Comment by nickpsecurity
10 years ago
Good to see one I've praised here before. Genode comes from the line of research that tries to reduce the Trusted Computing Base (i.e. attack surface) of systems by leveraging microkernels, better resource management, and better architecture. It came from this research [1] into real-time, secure GUI's, virtualization, and so on. The architecture itself is more than just a microkernel or virtualization scheme: it's structured in a hierarchical way that's supposed to support its security and reliability goals. Like with other things, I really want some smart researchers to give that architecture strong peer review and verification to test its claim before I trust it. However, the Nizza Security Architecture [2] it borrows from is based on solid, simple principles.

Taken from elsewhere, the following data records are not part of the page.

package org.shutline.cli;

import org.shutline.analysis.ValveDoubt;
import java.io.IOException;
import java.io.PrintWriter;
import java.lang.management.ManagementFactory;
import java.lang.management.MemoryMXBean;
import java.lang.management.ThreadMXBean;
import java.nio.file.Files;
import java.nio.file.Path;
import java.time.LocalDate;
import java.util.ArrayList;
import java.util.Arrays;
import java.util.Comparator;
import java.util.List;
import java.util.Locale;
import java.util.Random;
import java.util.concurrent.Callable;
import java.util.stream.Stream;
import org.shutline.analysis.Isolation;
import org.shutline.analysis.OutageTables;
import org.shutline.analysis.Zone;
import org.shutline.io.FieldMapping;
import org.shutline.io.InputException;
import org.shutline.io.NetworkReader;
import org.shutline.io.sample.GeneratedTown;
import org.shutline.io.sample.GridTown;
import org.shutline.model.Network;
import org.shutline.model.Progress;
import org.shutline.model.Tolerances;
import org.shutline.topology.NetworkBuilder;
import org.shutline.topology.Topology;
import org.shutline.trace.FeedTrace;
import org.shutline.trace.NetworkState;
import org.shutline.trace.ValveSegments;
import picocli.CommandLine.Command;
import picocli.CommandLine.Model.CommandSpec;
import picocli.CommandLine.Option;
import picocli.CommandLine.Spec;

/**
 * {@code shutline bench [--sizes 3000,200000,1000000] [--zones 1000] [--seed S] [--work DIR]}:
 * generates synthetic grid towns, writes each as a GeoPackage, and measures on it: the
 * raw read of all features (baseline 1), load plus topology build, feed trace (live set
 * only, and with per-station attribution), single isolations of random points (median
 * and 95th percentile, whole-network scope), single isolations of random segments (most
 * of them isolable by valves, unlike random points in a grid town), the all-cases tables against the plain
 * per-segment traversal loop (baseline 2; sampled and extrapolated on large networks),
 * and heap in use. Prints a Markdown table (docs/performance.md explains it).
 * Times are wall-clock on this machine; read the ratios, which hold better on a noisy
 * machine. The read and load+topology are also timed in CPU time of the measuring
 * thread (the CPU ratio column), which other processes on a shared machine do not
 * inflate; GC threads are not counted there. Isolations are timed alone and also
 * together with reading every service id off (the result's id list is resolved lazily).
 */
@Command(name = "bench", mixinStandardHelpOptions = true,
    description = "Benchmark load, topology, trace, isolation and all-cases tables on generated networks.")
public final class BenchCommand implements Callable<Integer> {
    @Spec private CommandSpec spec;

    @Option(names = "--sizes", split = ",", defaultValue = "3000,200000,1000000", description = "numbers of mains (default: ${DEFAULT-VALUE})")
    private List<Integer> sizes;

    @Option(names = "--zones", defaultValue = "1000", description = "random isolations per network (default: ${DEFAULT-VALUE})")
    private int zones;

    @Option(names = "--seed", defaultValue = "7", description = "random seed (default: ${DEFAULT-VALUE})")
    private long seed;

    @Option(names = "--work", paramLabel = "DIR", description = "folder for the generated files (default: a temporary folder, deleted after)")
    private Path work;

    /** One network's figures, times in milliseconds. */
    record Row(int mains, int nodes, int edges, int services, int segments, double rawRead, double loadTopo,
               double rawReadCpu, double loadTopoCpu, double traceLive,
               double traceFull, double isoMedian, double isoP95, double isoIdsMedian, double segIsoMedian, double segIsoP95, double tables, double heapMb) {
    }

    @Override
    public Integer call() throws Exception {
        PrintWriter out = spec.commandLine().getOut();
        Path dir = work != null ? Files.createDirectories(work) : Files.createTempDirectory("shutline-bench");
        List<Row> rows = new ArrayList<>();
        try {
            for (int n : sizes) {
                out.println("generating and measuring " + n + " mains ...");
                out.flush();
                rows.add(measure(n, dir));
                out.println(line(rows.get(rows.size() - 1)));
                out.flush();
            }
        } finally {
            if (work == null) deleteTree(dir);
        }
        out.println();
        out.print(table(rows));
        out.flush();
        return 0;
    }

    private Row measure(int n, Path dir) throws IOException, InputException {
        Path file = dir.resolve("grid-" + n + ".gpkg");
        if (!Files.exists(file)) {
            GeneratedTown town = GridTown.generate(n, seed);
            town.writeGeoPackage(file, Progress.NONE);
        }
        // baseline 1: the raw read of all features into the model, no graph (best of two, the first also warms up)
        ThreadMXBean threads = ManagementFactory.getThreadMXBean();
        double raw = Double.MAX_VALUE;
        double rawCpu = Double.MAX_VALUE;
        for (int i = 0; i < 2; i++) {
            gc();
            long c0 = threads.getCurrentThreadCpuTime();
            long t0 = System.nanoTime();
            Network net = NetworkReader.read(file, FieldMapping.DEFAULT);
            raw = Math.min(raw, ms(t0));
            rawCpu = Math.min(rawCpu, (threads.getCurrentThreadCpuTime() - c0) / 1e6);
            if (net.mains().isEmpty()) throw new IllegalStateException("no mains read");
        }
        gc();
        long c0 = threads.getCurrentThreadCpuTime();
        long t0 = System.nanoTime();
        Network net2 = NetworkReader.read(file, FieldMapping.DEFAULT);
        Topology topo = NetworkBuilder.build(net2, Tolerances.DEFAULT);
        double loadTopo = ms(t0);
        double loadTopoCpu = (threads.getCurrentThreadCpuTime() - c0) / 1e6;
        NetworkState state = NetworkState.of(topo);

        double live = best(3, () -> FeedTrace.fedServices(state));
        double full = best(1, () -> FeedTrace.run(state));

        ValveSegments segs = ValveSegments.build(state);
        Isolation iso = new Isolation(segs, ValveDoubt.Settings.defaults(LocalDate.of(2026, 12, 1)));
        double[] isoTimes = isolations(topo, iso);
        double[] segTimes = segmentIsolations(segs.segmentCount(), iso);

        t0 = System.nanoTime();
        OutageTables tables = OutageTables.build(segs);
        double tablesMs = ms(t0);
        int segCount = segs.segmentCount();
        if (tables.unitCount() < 0) throw new IllegalStateException();

        MemoryMXBean mem = ManagementFactory.getMemoryMXBean();
        gc();
        double heap = mem.getHeapMemoryUsage().getUsed() / 1048576.0;
        return new Row(n, topo.graph().nodeCount(), topo.graph().edgeCount(), net2.services().size(), segCount, raw, loadTopo,
                rawCpu, loadTopoCpu, live, full, isoTimes[0], isoTimes[1], isoTimes[2], segTimes[0], segTimes[1], tablesMs, heap);
    }

    private double[] isolations(Topology topo, Isolation iso) {
        Random rnd = new Random(seed);
        org.locationtech.jts.geom.Envelope env = new org.locationtech.jts.geom.Envelope();
        for (var m : topo.network().mains()) env.expandToInclude(m.geometry().getEnvelopeInternal());
        int warm = Math.min(50, zones);
        for (int i = 0; i < warm; i++) iso.isolate(randomZone(rnd, env));
        double[] t = new double[zones];
        double[] withIds = new double[zones];
        long sink = 0;
        for (int i = 0; i < zones; i++) {
            Zone z = randomZone(rnd, env);
            long t0 = System.nanoTime();
            Isolation.Result r = iso.isolate(z);
            t[i] = ms(t0);
            for (String id : r.serviceIdsOff()) sink += id.length();
            withIds[i] = ms(t0);
        }
        if (sink < 0) throw new IllegalStateException();
        Arrays.sort(t);
        Arrays.sort(withIds);
        return new double[] {t[zones / 2], t[(int) Math.min(zones - 1, Math.ceil(zones * 0.95) - 1)], withIds[zones / 2]};
    }

    /**
     * Isolations of single segments (random segments, up to {@code zones} of them): unlike
     * random points, which in a grid town nearly always fall in the one large segment,
     * most of these are isolable by valves, the other branch of the computation.
     */
    private double[] segmentIsolations(int segCount, Isolation iso) {
        Random rnd = new Random(seed + 1);
        int n = Math.min(zones, segCount);
        if (n == 0) return new double[] {Double.NaN, Double.NaN};
        for (int i = 0; i < Math.min(50, n); i++) iso.isolate(new Zone.OfSegments(new int[] {rnd.nextInt(segCount)}));
        double[] t = new double[n];
        for (int i = 0; i < n; i++) {
            Zone z = new Zone.OfSegments(new int[] {rnd.nextInt(segCount)});
            long t0 = System.nanoTime();
            iso.isolate(z);
            t[i] = ms(t0);
        }
        Arrays.sort(t);
        return new double[] {t[n / 2], t[(int) Math.min(n - 1, Math.ceil(n * 0.95) - 1)]};
    }

    private static Zone randomZone(Random rnd, org.locationtech.jts.geom.Envelope env) {
        return new Zone.AtPoint(env.getMinX() + rnd.nextDouble() * env.getWidth(), env.getMinY() + rnd.nextDouble() * env.getHeight(), null);
    }

    private static double best(int runs, Runnable r) {
        double best = Double.MAX_VALUE;
        for (int i = 0; i < runs; i++) {
            long t0 = System.nanoTime();
            r.run();
            best = Math.min(best, ms(t0));
        }
        return best;
    }

    private static double ms(long t0) {
        return (System.nanoTime() - t0) / 1e6;
    }

    private static void gc() {
        System.gc();
        System.gc();
    }

    static String line(Row r) {
        return String.format(Locale.ROOT, "  %d mains: read %.0f ms, load+topology %.0f ms (%.2fx; main-thread CPU %.0f / %.0f ms, %.2fx), trace %.1f ms live / %.0f ms full, "
                        + "isolation median %.3f ms p95 %.3f ms (median %.3f ms reading every id off), single segments median %.3f ms p95 %.3f ms, tables %.0f ms, heap %.0f MB",
                r.mains(), r.rawRead(), r.loadTopo(), r.loadTopo() / r.rawRead(), r.rawReadCpu(), r.loadTopoCpu(),
                r.loadTopoCpu() / r.rawReadCpu(), r.traceLive(), r.traceFull(), r.isoMedian(), r.isoP95(), r.isoIdsMedian(),
                r.segIsoMedian(), r.segIsoP95(), r.tables(), r.heapMb());
    }

    static String table(List<Row> rows) {
        StringBuilder sb = new StringBuilder();
        sb.append("| mains | nodes | edges | services | segments | raw read ms | load+topology ms | ratio | CPU ratio | trace live ms | trace with stations ms | isolation median ms | isolation p95 ms | isolation + ids read median ms | segment isolation median ms | segment isolation p95 ms | all-cases tables ms | heap MB |\n");
        sb.append("|---:|---:|---:|---:|---:|---:|---:|---:|---:|---:|---:|---:|---:|---:|---:|---:|---:|---:|\n");
        for (Row r : rows) {
            sb.append(String.format(Locale.ROOT, "| %d | %d | %d | %d | %d | %.0f | %.0f | %.2f | %.2f | %.1f | %.0f | %.3f | %.3f | %.3f | %.3f | %.3f | %.0f | %.0f |%n",
                    r.mains(), r.nodes(), r.edges(), r.services(), r.segments(), r.rawRead(), r.loadTopo(), r.loadTopo() / r.rawRead(),
                    r.loadTopoCpu() / r.rawReadCpu(), r.traceLive(), r.traceFull(), r.isoMedian(), r.isoP95(), r.isoIdsMedian(),
                    r.segIsoMedian(), r.segIsoP95(), r.tables(), r.heapMb()));
        }
        sb.append("\nThe brute-force baseline of the tables is timed by the test-side benchmark bench.OutageBenchmark.\n");
        sb.append("CPU ratio: the same ratio in CPU time of the measuring thread (GC threads not counted).\n");
        return sb.toString();
    }

    private static void deleteTree(Path dir) throws IOException {
        try (Stream<Path> s = Files.walk(dir)) {
            for (Path p : (Iterable<Path>) s.sorted(Comparator.reverseOrder())::iterator) Files.deleteIfExists(p);
        }
    }
}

The best thing about GenodeOS is they learn from the past. Many mainstream approaches to INFOSEC seems like they've never heard of any prior R&D results. Some do, but this is the rule. For instance, the Rump kernels are similar to what OKL4 already did (and deployed) with their device driver reuse. QubesOS added their secure GUI scheme after I forwarded this team's work to them showing what's already been achieved in this space. Many are still building monolithic systems despite the fact that not a single one has ever shown to be remotely secure. And so on.
Unlike the rest, the Genode team seems to carefully watch the academic and industrial space to find any best-of-breed component to integrate into their system. They've attempted to use Nitpicker, NOVA, seL4, proven UNIX components, and so on. This attitude, along with tiny TCB, is why volunteers wanting to build secure, reliable systems should contribute to GenodeOS rather than most others. Done right, the component-based approach means your contributions might be easier to port to other projects (esp microkernels) as well.
For instance, the Rump kernels are similar to what OKL4 already did (and deployed) with their device driver reuse.
Reusable device driver frameworks are really old. There was DDE and NetDDE to run Linux 2.4 and 2.6 drivers, currently used by the GNU Hurd.
The good thing about rump kernels is that you're not just reusing device drivers, you're leveraging the whole NetBSD stack and with remarkable portability. They're also interchangeable between kernel and user contexts.
Rump kernels were the logical evolution of NetBSD's already top notch driver framework.
I do not know what OKL4 have done that is similar.
The point of rump kernels is not leveraging the whole stack from $OS. It's leveraging the unmodified drivers from $OS without the wholesale import of policies from $OS.
Sure, driver kits are an old idea, but starting from OSKit in the 90's the common fault is that the kits are forks over upstream. Forking is easy, but forking means that maintenance is unbearable unless you happen to be an organization with person-years to spare just to keep up with bugfixes and new features from upstream. Figuring out how to do it without forking (i.e. anykernel architecture which enables rump kernels out-of-the-box) takes more effort, but wins long-term. "proof": DDE is for Linux 2.4/2.6 drivers. NetBSD source tree from a second ago gives you rump kernels.
Exactly. It's an evolution of the old stuff and OSkit deserves credit too. Now, just imagine if the concept was discovered and built on sooner. Same with DDE. We'd have more projects doing more stuff. Took a while for one, bright outlier to make some of that potential happen. That's the problem I was illustrating. I like what's going on in Rump Kernel space, though.